THE TWENTIETH CENTURY: A LONG-TERM PROCESS OF INFORMALIZATION
Around 1900 large groups with "new money" were expanding and rising, creating strong pressures on "old money" establishments to open up. Whole groups and classes still were outspokenly deemed unacceptable as people to associate with, but as emancipation processes accelerated, the old avoidance behavior of keeping a distance became more difficult. People from different social classes had become interdependent to the point where they could no longer avoid immediate contact with each other. Especially in expanding cities, at work and on the streets, in public conveyances and entertainment facilities, people who once used to avoid each other were now forced either to try to maintain or recover social distance under conditions of rising proximity, or to accommodate and become accustomed to more social mixing. At the same time people were warned against the dangers of familiarity, of being too open and becoming too close. From another direction came attacks on traditional ways of keeping a distance as an expression of superiority. As some social mixing became less avoidable, more extreme ways of keeping a distance and showing superiority were banned. Manners became less hierarchical and less formal and rigid.
The same trend is apparent in manners regulating the relationship between the sexes. From the end of the nineteenth century onward, women gradually escaped from the confines of the home and "good society" (or its functional equivalent among other social strata). Chaperonage declined, and upper- and middle-class women expanded their sources of power and identity by joining the suffragette movement, attending university, engaging in social work, or playing sports. Women, especially young women, wanted to go out, raising the question of whether they were allowed to pay for themselves. The respectability of meeting places and conditions of meeting became more flexible, as young people began to exert control over the dynamics of their own relationships, whether romantic or not.

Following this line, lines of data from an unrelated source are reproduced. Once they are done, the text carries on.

"""Member analysis: reactions, internal actions and displacements of one straight member.

Method. A straight member splits into four uncoupled 1-D problems (`problems`):

- axial: ux, rigidity EA, loads fx and wx;
- torsion: rx, rigidity GJ, loads mx (point) and mx per length;
- bending in x-y: uy and rz = duy/dx, rigidity EIz, loads fy, mz and wy;
- bending in x-z: uz and ry = -duz/dx, rigidity EIy, loads fz, my and wz.

Each is solved by the stiffness method (`solve`) with nodes at both ends, every support and every
hinge (`layout`). Point loads and (partial, linearly varying) line loads between nodes enter through
their exact fixed-end forces, written with singularity (Macaulay) functions (`element_loads`), so
the nodal values are exact for Euler-Bernoulli theory. (Nodes at load positions as well would be no
more exact, and a node very close to another makes a very stiff short element whose stiffness
swamps the long element next to it in floating point: k_short + k_long == k_short once the gap is
below about 1e-5 of the span.) The x-z problem is solved as an x-y problem in (uz, theta = duz/dx)
with the moment my entering as -my (it does work on ry = -theta).
An internal hinge releases My and Mz: its node has separate rotation freedoms on each side in both
bending problems. A support at a hinge holds the hinge pin, so its ry/rz restraints and rotational
springs act on nothing (the moment is zero on both sides of a hinge); a hinge at an end releases the
member's end from the support's rotational restraint in the same way. A load that drives a free
rigid-body motion is a mechanism (`mechanisms`).

Reactions come from statics bay by bay (`reactions`). Internal actions at x come from the method of
sections (`cuts`): every load and reaction on the left segment [0, x] is summed exactly. They are
the actions on the +x face of the left segment (docs/design.md section 2): N, Vy, Vz, T, My, Mz.
Beam convention for x-y loading: V = -Vy, M = Mz (sagging positive).

Displacements inside an element (`displacements`): Hermite cubic (linear for axial and twist) from
the nodal values plus the fixed-fixed particular solution of the element's loads.

Load combinations are superpositions of the solved cases (`member_solution`); self weight is one
unit (1 N/m) case scaled by mass per length * GRAVITY and the combination's factor on the
self-weight case. Check stations, zero-shear points and extremes are in `stations`.

Pattern loading (`patterns`): patterned loads split by span into load cases of their own (one solve
per span), and each combination that uses them made into one combination per arrangement of loaded
spans. Envelopes (`envelope`): the largest and smallest of each action over every combination.

Units: SI throughout (m, N, N*m, rad).
"""

from sizer.analysis.case import CaseSolution
from sizer.analysis.cuts import SIDES
from sizer.analysis.layout import POSITION_TOLERANCE, distinct
from sizer.analysis.loads import self_weight_load
from sizer.analysis.member_solution import MemberSolution, solve_member
from sizer.analysis.envelope import (
    ActionEnvelope,
    Bound,
    LargestDeflection,
    ReactionEnvelope,
    action_envelope,
    displacement_bounds,
    envelope_curves,
    largest_deflection,
    reaction_envelope,
)
from sizer.analysis.patterns import Span, arrangements_of, expand_patterns, spans
from sizer.analysis.solve import solve_case
from sizer.analysis.stations import (
    EXTREME_ACTIONS,
    Extreme,
    extreme_positions,
    extremes,
    load_sign_change_points,
    load_sign_change_positions,
    stations,
    zero_shear_points,
    segment_ends,
    zero_shear_positions,
)

__all__ = [
    "ActionEnvelope",
    "Bound",
    "LargestDeflection",
    "ReactionEnvelope",
    "action_envelope",
    "displacement_bounds",
    "envelope_curves",
    "largest_deflection",
    "reaction_envelope",
    "EXTREME_ACTIONS",
    "POSITION_TOLERANCE",
    "SIDES",
    "CaseSolution",
    "Extreme",
    "MemberSolution",
    "Span",
    "arrangements_of",
    "expand_patterns",
    "spans",
    "distinct",
    "extreme_positions",
    "extremes",
    "load_sign_change_points",
    "load_sign_change_positions",
    "self_weight_load",
    "solve_case",
    "solve_member",
    "stations",
    "zero_shear_points",
    "segment_ends",
    "zero_shear_positions",
]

In the 1920s many newly wealthy families were jostling for a place within the ranks of "good society." The rise of whole social groups triggered a formidable push toward informalization, and rules for getting acquainted and keeping a distance declined. The expansion of business and industry, together with an expansion of means of transportation and communication, gave rise to a multitude of new types of relationships for which the old formality was too troublesome. New meeting places for the sexes such as dance halls, cinemas, and ice-skating rinks were debated for the freedom they offered. As women entered the wider society by going to work in offices, libraries, and other places, office manners became a topic. The whole trend implied rising demands on the social navigational abilities of the individual, a greater capacity to negotiate the possibilities and limitations of relationships easily without tension.

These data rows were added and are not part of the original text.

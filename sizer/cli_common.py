"""What every command shares: one line and exit code 2 for bad input, the unit-system option."""

from __future__ import annotations

from enum import Enum
from typing import Callable

import typer

from sizer.errors import InputError


class UnitSystem(str, Enum):
    si = "si"
    us = "us"


def run_guarded(work: Callable[[], int]) -> None:
    """Run a command body; bad input -> one line on stderr, exit 2; otherwise exit with its code."""
    try:
        code = work()
    except InputError as error:
        typer.echo(f"sizer: {error}", err=True)
        raise typer.Exit(2) from None
    raise typer.Exit(code)
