def _size(member: Member, catalogue: Catalogue, material: Material, families: Sequence[str], max_depth: float | None,
          max_width: float | None, top: int, workers: AnalysisWorkers, ranking: Ranking, check_runners_up: bool = False) -> SizingResult:
    candidates, table = candidate_sections(catalogue, member, material, families, max_depth, max_width, workers.progress, lazy=True,
                                           ranking=ranking)
    count = f"{len(candidates)} candidate section" + ("" if len(candidates) == 1 else "s")
    weight = ", each with its own self-weight" if member.self_weight_case else " (self-weight not included: self_weight = false)"
    notes = [f"{count} after filters{weight}, in material {material.name} (the member's)."]
    notes += ranking.notes(any(not c.costing.available for c in candidates), any(c.costing.cost is None for c in candidates),
                           any(c.costing.terms.stock_lengths for c in candidates), any(c.costing.cost is not None for c in candidates))
    if given_heights(member):
        notes.append("Sections that do not hold every load and restraint height given (between their bottom and top faces) are left out.")
    search = Search(member, material, candidates, table, workers)
    if member.has_springs:
        search.compute(candidates)
        for candidate in candidates:
            search.full_check(candidate)
        notes.append("Spring supports: forces depend on stiffness, so every candidate was solved and checked in full.")
    else:
        prepare_screen(search, table)
        solves = "one solve per load case and one unit self-weight solve" if member.self_weight_case else "one solve per load case"
        seeded = (", and each section's own buckled shapes on the unrefined mesh, whose load factors lie at or above the "
                  "converged ones") if search.stability is not None else ""
        notes.append(f"Screened all candidates at once ({solves}, "
                     "superposed); a lighter section is ruled out only by a proven lower bound of its full check "
                     "(stability: Rayleigh-Ritz bounds of its buckling load factors from the buckled shapes found "
                     f"so far{seeded}); every verdict of a section shown in full rests on the full stress-field check.")
    chosen = search.first_passing()
    if check_runners_up:
        search.confirm_runners_up(chosen, top)
    else:
        search.runners_up_from_bounds(chosen, top)
        if any(c.unchecked for c in candidates):
            notes.append("Runners-up after the choice are shown from proven lower bounds of their utilization alone, not checked in "
                         "full: none of these bounds rules them out, but each may still fail (`sizer check` one, or "
                         "`sizer size --check-runners-up`, to know).")
    unavailable = search.unavailable_ahead(chosen, top)
    if chosen is not None and not chosen.costing.available:
        notes.append(phrase(f"No available section passes: the choice {chosen.name} is ", chosen.costing.unavailable, "."))
    strongest = None
    if chosen is None:
        search.stability_bounds(candidates)
        strongest = search.least_utilized()
    return SizingResult(member, material, candidates, chosen, strongest, notes, ranking, unavailable)


def prepare_screen(search: Search, table: CandidateTable) -> None:
    """The unit-rigidity solution, the screen and the stability bounds of every candidate."""
    member, material = search.member, search.material
    search.base = solve_member(member, Stiffness.unit(), None)
    search.found = screen(table, member, material, search.base, lazy=True)
    for check, values in search.found.exact.items():  # each candidate's in the same order: axial, then deflection
        for candidate, value in zip(search.candidates, values.tolist()):  # candidates in row order
            candidate.raise_bound(check, value)
    search.model = MemberStability(member, search.base)
    if search.base.member is member:  # no pattern expanded: the second-order solves start from this model's mesh
        share_first_level(member, search.model)
    search.stability = StabilityBounds(search.model, search.base, table, search.found, member, material)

Until the 1960s some manners books still contained separate sections on behavior toward social superiors and inferiors. Later these sections disappeared. Ideals for good manners became dissociated from superior and inferior social position or rank. The trend was to draw social dividing lines less on the basis of people's belonging to certain groups—by class, race, age, sex, or ethnicity—and more on the basis of individual behavior. The avoidance behavior once prescribed toward people not deemed socially acceptable was increasingly discouraged. No longer could certain groups be legitimately targeted; rather, certain behaviors and feelings—including humiliating displays of superiority or inferiority—were considered inappropriate and could be shunned as such. Avoidance behavior, no longer explicitly set out as rules, thus tended to become internalized; tensions between people became tensions within them. Accordingly, traditional ways of keeping a distance and being reserved when confronted with those outside one's social circles were transformed into the "right of privacy," a concept which lacked a specified class component. The perception was that each individual should have the right to be left alone, to maintain a personal or social space undisturbed by unwanted intrusions.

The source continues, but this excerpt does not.